▸ Given records
──────────────────────────────

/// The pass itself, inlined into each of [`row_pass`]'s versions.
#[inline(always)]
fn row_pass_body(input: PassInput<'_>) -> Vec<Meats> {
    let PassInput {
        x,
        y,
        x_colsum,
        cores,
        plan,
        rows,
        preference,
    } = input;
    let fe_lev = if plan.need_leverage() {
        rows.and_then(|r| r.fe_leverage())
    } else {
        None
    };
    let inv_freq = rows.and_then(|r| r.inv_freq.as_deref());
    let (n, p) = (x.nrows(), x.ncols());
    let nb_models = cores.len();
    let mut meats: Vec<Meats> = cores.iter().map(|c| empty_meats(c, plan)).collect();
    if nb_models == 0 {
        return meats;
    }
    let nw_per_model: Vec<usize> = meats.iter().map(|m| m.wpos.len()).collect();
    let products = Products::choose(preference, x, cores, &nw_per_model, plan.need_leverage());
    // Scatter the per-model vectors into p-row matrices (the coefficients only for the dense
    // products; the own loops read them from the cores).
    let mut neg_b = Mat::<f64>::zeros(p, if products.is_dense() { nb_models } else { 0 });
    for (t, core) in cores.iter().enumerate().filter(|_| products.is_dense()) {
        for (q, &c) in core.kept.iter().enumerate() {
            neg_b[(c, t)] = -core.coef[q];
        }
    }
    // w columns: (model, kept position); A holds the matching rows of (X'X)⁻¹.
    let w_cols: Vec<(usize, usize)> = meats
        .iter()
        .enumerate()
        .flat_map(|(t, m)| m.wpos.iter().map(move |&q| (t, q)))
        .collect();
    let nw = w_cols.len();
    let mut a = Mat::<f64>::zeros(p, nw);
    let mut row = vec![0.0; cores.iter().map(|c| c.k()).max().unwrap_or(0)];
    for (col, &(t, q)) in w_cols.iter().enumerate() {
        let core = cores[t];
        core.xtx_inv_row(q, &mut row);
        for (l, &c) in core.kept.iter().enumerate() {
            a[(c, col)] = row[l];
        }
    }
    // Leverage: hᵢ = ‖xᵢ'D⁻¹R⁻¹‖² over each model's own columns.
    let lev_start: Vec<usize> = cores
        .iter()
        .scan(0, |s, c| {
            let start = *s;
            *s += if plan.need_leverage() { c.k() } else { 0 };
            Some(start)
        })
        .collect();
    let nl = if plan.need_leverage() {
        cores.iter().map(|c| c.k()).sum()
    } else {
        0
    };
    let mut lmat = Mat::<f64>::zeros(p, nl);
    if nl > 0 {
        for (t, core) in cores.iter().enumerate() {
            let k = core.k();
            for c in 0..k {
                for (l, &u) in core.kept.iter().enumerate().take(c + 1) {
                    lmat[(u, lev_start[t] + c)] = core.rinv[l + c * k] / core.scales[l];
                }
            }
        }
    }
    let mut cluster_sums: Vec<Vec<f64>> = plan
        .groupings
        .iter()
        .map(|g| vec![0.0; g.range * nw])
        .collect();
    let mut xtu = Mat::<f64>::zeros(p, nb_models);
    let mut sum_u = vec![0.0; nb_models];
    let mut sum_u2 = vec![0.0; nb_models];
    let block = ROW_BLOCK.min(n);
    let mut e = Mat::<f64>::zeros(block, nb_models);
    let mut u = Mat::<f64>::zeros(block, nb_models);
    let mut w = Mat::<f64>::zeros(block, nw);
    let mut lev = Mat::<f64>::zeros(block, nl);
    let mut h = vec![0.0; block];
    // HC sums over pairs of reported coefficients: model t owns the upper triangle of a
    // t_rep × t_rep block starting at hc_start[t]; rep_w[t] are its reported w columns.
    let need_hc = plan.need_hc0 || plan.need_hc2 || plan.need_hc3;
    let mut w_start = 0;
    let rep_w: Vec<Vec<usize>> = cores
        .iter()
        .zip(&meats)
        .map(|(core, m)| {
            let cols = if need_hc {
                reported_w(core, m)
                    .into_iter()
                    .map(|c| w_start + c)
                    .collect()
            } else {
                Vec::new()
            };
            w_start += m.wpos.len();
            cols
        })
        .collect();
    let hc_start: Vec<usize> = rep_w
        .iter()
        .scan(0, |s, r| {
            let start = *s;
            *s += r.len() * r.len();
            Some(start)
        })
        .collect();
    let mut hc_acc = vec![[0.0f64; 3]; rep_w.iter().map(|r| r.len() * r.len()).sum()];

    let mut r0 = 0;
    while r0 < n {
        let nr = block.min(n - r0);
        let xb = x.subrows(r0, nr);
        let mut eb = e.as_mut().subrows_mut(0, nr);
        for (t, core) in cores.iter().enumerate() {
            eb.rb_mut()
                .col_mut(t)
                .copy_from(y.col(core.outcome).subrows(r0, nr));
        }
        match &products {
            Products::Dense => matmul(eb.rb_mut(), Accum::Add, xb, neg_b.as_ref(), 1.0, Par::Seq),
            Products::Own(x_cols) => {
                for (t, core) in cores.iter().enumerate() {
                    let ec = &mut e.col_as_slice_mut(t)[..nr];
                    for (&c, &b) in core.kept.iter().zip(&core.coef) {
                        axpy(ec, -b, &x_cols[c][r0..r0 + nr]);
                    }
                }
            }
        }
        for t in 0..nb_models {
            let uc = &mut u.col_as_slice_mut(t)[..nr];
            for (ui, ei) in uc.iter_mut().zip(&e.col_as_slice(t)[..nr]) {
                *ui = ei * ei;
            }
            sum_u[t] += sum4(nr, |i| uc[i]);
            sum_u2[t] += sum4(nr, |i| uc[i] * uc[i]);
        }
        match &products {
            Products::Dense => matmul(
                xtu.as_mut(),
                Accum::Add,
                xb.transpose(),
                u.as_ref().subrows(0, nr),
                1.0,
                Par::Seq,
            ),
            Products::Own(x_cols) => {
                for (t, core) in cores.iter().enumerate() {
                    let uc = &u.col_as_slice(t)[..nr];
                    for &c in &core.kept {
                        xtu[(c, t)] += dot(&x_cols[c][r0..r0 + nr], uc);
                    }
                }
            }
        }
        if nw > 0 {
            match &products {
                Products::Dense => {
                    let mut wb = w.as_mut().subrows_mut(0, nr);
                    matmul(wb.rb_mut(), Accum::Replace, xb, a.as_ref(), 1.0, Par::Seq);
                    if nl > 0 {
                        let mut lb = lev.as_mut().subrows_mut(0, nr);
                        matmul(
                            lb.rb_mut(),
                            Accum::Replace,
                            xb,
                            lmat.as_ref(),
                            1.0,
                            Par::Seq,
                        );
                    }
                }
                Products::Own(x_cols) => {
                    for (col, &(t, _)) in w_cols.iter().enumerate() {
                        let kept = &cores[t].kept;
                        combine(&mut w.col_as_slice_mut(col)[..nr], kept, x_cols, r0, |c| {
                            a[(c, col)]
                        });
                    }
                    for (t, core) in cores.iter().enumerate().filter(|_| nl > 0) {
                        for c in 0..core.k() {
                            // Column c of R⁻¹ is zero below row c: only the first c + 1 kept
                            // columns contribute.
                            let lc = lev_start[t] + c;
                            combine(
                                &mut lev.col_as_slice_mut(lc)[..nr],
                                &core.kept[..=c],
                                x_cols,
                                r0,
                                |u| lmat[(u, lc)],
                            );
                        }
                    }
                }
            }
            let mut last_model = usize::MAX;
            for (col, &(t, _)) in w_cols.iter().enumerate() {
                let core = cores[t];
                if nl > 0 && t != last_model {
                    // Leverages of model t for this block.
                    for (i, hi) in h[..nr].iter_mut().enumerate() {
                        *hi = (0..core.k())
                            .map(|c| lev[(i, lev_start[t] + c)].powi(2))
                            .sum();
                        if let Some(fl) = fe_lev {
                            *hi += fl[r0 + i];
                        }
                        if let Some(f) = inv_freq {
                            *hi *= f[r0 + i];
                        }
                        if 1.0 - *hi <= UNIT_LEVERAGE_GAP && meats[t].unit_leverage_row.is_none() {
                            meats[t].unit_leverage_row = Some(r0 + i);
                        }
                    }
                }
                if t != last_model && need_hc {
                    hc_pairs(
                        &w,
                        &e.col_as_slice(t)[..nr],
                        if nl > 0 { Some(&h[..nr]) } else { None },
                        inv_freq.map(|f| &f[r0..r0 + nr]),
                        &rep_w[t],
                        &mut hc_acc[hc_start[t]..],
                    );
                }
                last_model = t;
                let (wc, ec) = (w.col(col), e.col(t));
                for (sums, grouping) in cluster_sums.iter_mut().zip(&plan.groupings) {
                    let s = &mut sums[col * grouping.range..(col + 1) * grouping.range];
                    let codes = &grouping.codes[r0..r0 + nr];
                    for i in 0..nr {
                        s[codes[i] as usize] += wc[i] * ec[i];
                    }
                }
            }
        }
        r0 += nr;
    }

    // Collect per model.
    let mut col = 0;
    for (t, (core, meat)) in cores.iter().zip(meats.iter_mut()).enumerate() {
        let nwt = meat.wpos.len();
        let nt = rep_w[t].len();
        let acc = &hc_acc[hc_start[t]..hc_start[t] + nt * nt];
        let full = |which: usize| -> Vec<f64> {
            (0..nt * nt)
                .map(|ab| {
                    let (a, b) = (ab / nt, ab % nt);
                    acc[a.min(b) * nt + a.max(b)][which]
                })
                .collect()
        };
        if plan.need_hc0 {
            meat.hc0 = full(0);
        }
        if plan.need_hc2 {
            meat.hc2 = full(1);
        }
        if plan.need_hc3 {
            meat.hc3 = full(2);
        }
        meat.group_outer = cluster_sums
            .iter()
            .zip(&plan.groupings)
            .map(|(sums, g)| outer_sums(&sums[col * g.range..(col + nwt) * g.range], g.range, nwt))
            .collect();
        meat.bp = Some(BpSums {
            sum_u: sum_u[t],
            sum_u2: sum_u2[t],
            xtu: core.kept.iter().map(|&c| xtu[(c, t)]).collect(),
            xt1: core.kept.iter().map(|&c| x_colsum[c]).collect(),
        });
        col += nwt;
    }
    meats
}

──────────────────────────────

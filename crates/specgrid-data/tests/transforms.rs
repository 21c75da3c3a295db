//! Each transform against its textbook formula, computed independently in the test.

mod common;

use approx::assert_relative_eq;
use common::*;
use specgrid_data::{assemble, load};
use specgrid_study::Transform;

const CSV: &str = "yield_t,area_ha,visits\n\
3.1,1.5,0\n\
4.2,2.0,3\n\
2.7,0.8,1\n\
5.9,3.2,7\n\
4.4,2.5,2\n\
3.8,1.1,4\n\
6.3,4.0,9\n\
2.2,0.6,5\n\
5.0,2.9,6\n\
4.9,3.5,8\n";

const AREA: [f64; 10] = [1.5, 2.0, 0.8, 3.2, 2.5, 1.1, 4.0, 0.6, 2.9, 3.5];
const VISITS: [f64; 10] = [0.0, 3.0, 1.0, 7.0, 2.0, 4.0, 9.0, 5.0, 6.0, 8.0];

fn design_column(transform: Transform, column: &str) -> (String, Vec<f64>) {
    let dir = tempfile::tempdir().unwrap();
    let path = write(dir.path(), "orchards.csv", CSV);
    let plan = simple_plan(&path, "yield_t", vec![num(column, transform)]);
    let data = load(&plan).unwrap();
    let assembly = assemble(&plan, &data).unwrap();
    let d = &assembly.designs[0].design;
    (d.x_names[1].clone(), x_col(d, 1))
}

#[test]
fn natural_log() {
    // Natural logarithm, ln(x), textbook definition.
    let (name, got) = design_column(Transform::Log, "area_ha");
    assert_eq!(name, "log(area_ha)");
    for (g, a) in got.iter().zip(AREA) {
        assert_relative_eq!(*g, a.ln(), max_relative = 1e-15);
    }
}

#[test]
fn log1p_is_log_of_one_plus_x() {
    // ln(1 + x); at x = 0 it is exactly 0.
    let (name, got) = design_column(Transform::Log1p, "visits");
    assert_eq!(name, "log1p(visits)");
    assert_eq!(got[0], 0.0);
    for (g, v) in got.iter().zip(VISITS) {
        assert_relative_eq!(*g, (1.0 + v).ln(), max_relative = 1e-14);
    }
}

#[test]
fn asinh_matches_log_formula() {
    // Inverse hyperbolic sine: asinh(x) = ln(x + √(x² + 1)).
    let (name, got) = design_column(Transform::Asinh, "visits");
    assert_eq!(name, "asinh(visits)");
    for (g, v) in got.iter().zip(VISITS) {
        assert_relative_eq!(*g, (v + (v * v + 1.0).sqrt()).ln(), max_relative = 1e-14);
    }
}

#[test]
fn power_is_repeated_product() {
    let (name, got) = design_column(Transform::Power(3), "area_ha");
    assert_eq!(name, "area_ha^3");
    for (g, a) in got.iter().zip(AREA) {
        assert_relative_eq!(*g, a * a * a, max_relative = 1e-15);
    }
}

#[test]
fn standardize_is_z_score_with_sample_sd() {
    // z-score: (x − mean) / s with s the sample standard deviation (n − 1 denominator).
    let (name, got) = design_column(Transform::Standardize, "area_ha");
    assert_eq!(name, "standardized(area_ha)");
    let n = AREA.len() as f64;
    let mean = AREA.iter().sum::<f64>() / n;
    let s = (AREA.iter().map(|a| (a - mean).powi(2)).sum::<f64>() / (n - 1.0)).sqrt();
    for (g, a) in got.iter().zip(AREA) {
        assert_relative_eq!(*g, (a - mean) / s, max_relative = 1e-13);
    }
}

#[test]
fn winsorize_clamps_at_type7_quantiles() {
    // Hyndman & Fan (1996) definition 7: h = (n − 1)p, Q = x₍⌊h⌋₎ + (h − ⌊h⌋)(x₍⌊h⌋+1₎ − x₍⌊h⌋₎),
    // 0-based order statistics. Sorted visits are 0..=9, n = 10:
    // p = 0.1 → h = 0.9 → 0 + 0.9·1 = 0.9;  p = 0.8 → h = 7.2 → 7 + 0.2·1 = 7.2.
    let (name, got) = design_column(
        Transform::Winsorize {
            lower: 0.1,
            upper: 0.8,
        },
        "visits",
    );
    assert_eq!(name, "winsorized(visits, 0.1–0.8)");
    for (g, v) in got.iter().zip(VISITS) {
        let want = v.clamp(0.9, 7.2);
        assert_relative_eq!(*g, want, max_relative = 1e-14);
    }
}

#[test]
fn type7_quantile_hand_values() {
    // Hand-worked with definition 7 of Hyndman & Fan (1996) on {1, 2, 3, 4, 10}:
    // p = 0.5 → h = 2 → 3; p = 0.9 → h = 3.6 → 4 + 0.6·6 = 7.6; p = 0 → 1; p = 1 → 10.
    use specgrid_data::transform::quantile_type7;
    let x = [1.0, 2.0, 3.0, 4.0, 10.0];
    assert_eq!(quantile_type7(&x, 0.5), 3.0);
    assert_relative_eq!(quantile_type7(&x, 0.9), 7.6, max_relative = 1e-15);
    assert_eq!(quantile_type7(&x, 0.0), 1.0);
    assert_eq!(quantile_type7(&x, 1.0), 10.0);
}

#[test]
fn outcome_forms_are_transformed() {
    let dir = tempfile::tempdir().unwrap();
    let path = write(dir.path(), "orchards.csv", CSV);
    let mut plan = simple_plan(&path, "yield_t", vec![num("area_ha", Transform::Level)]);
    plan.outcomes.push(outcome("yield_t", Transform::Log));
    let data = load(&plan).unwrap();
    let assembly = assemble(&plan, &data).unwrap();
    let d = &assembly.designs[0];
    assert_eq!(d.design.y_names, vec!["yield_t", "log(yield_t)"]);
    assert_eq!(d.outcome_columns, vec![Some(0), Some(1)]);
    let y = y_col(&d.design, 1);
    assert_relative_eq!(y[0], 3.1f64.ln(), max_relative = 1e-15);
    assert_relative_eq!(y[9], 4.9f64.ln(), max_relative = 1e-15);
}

──────────────────────────────

▸ Task requirements
How many lines in this material contain the string "Replace"? State the number alone.

▸ Solution for this exercise
2